Provided information
──────────────────────────────
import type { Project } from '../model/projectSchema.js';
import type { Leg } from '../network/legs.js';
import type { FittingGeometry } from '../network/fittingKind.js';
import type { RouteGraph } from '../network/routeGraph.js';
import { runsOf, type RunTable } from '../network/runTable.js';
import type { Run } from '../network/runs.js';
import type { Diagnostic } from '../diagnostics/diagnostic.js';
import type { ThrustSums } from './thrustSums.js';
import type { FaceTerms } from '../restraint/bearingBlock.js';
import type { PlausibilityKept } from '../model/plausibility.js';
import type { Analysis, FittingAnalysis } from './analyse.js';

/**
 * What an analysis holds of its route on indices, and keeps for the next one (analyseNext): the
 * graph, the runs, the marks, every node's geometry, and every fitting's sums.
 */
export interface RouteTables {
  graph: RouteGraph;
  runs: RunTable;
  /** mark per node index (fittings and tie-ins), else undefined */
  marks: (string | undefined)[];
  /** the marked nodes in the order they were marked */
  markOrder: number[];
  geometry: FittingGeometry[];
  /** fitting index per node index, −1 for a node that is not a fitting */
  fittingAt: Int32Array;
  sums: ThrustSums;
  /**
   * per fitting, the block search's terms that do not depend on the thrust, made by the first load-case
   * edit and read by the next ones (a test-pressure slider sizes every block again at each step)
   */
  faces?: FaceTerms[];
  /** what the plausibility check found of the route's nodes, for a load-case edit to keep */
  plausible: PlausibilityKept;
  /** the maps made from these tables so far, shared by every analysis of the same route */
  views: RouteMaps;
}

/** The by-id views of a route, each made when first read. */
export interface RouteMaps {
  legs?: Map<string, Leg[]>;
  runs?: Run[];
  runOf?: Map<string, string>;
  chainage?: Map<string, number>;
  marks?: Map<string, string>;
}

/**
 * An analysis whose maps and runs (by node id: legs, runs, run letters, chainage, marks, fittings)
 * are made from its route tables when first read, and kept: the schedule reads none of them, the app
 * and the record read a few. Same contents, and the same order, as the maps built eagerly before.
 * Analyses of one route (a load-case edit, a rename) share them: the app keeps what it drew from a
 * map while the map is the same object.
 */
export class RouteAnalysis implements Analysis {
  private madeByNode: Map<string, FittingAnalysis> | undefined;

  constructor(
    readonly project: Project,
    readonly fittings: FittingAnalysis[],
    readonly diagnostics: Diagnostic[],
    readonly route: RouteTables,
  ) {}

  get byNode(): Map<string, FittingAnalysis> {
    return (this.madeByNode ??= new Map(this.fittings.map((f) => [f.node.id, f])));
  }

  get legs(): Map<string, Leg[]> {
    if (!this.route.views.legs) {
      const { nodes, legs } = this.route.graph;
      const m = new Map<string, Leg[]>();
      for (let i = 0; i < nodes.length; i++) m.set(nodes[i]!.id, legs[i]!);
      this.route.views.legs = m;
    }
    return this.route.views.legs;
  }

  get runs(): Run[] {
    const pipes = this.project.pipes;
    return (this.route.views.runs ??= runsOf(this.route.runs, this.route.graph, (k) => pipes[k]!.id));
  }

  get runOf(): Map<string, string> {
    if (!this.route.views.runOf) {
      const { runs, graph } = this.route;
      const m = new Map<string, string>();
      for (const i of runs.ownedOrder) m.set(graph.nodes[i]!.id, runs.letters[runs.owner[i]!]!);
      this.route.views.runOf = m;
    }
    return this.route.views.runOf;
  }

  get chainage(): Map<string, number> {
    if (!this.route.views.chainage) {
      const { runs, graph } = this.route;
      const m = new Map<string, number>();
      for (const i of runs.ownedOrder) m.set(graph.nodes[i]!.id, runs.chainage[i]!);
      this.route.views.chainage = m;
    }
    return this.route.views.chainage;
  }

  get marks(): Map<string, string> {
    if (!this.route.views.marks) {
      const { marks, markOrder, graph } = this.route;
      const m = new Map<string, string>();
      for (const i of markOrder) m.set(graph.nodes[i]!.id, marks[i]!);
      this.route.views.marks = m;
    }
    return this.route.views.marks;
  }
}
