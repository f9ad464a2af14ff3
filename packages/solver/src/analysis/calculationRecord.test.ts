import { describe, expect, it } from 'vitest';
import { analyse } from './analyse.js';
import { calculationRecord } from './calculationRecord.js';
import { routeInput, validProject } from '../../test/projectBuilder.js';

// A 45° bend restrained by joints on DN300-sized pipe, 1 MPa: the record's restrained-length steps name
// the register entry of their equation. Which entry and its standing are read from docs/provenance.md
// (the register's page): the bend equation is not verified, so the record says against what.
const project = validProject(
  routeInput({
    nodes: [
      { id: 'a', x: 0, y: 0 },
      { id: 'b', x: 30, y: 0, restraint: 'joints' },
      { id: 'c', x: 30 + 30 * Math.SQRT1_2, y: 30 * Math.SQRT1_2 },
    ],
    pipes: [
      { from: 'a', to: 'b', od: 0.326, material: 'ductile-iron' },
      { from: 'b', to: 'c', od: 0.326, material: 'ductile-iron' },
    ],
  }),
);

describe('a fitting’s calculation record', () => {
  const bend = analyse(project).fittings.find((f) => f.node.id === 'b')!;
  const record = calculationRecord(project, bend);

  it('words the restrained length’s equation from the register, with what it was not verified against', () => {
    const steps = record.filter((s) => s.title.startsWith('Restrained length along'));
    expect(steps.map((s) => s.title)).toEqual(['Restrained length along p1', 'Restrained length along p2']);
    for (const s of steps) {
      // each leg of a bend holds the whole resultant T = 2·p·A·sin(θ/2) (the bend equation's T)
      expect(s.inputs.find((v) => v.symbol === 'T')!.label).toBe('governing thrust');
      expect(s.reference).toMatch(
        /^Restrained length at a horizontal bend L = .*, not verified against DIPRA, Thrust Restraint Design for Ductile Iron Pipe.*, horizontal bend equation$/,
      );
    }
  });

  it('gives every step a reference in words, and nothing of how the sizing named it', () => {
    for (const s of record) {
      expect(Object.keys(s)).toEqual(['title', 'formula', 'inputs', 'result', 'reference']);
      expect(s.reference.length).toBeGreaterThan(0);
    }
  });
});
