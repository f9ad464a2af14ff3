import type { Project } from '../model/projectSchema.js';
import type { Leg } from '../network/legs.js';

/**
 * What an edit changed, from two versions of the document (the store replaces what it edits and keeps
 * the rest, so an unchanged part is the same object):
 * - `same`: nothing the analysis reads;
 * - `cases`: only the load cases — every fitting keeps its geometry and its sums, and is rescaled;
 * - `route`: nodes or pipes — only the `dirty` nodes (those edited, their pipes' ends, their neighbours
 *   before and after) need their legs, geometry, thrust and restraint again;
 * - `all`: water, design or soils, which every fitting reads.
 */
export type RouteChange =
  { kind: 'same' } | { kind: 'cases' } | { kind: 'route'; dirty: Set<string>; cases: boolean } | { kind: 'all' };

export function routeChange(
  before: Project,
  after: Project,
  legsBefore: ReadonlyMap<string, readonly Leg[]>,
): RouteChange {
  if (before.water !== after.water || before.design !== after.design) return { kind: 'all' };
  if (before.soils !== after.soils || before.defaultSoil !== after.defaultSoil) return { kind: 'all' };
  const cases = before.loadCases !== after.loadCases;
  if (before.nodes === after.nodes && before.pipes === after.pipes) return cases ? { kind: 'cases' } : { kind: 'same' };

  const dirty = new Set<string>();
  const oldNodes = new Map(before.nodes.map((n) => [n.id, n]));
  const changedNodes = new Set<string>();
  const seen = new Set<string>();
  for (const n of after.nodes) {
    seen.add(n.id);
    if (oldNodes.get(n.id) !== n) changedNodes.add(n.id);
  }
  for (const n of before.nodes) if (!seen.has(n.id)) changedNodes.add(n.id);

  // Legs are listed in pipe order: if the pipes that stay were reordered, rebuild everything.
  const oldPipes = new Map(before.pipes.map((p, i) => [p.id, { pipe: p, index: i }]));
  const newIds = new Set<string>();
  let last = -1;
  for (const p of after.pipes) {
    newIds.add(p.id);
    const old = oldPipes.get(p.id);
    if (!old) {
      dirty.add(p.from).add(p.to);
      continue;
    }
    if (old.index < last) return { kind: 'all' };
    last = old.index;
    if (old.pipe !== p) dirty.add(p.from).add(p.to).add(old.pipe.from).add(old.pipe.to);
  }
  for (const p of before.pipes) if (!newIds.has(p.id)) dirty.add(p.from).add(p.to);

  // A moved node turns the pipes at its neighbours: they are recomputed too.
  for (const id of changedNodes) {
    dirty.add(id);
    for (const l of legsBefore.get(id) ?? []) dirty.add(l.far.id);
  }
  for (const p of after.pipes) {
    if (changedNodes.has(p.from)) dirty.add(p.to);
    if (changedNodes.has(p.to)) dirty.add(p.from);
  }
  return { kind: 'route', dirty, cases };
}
──────────────────────────────
Exercise brief
Return, word for word, the lines of the data above from the line with "export interface RouteTables" through the line with "the first load-case", inclusive.

Written answer
export interface RouteTables {
  graph: RouteGraph;
  runs: RunTable;
  /** mark per node index (fittings and tie-ins), else undefined */
  marks: (string | undefined)[];
  /** the marked nodes in the order they were marked */
  markOrder: number[];
  geometry: FittingGeometry[];
  /** fitting index per node index, −1 for a node that is not a fitting */
  fittingAt: Int32Array;
  sums: ThrustSums;
  /**
   * per fitting, the block search's terms that do not depend on the thrust, made by the first load-case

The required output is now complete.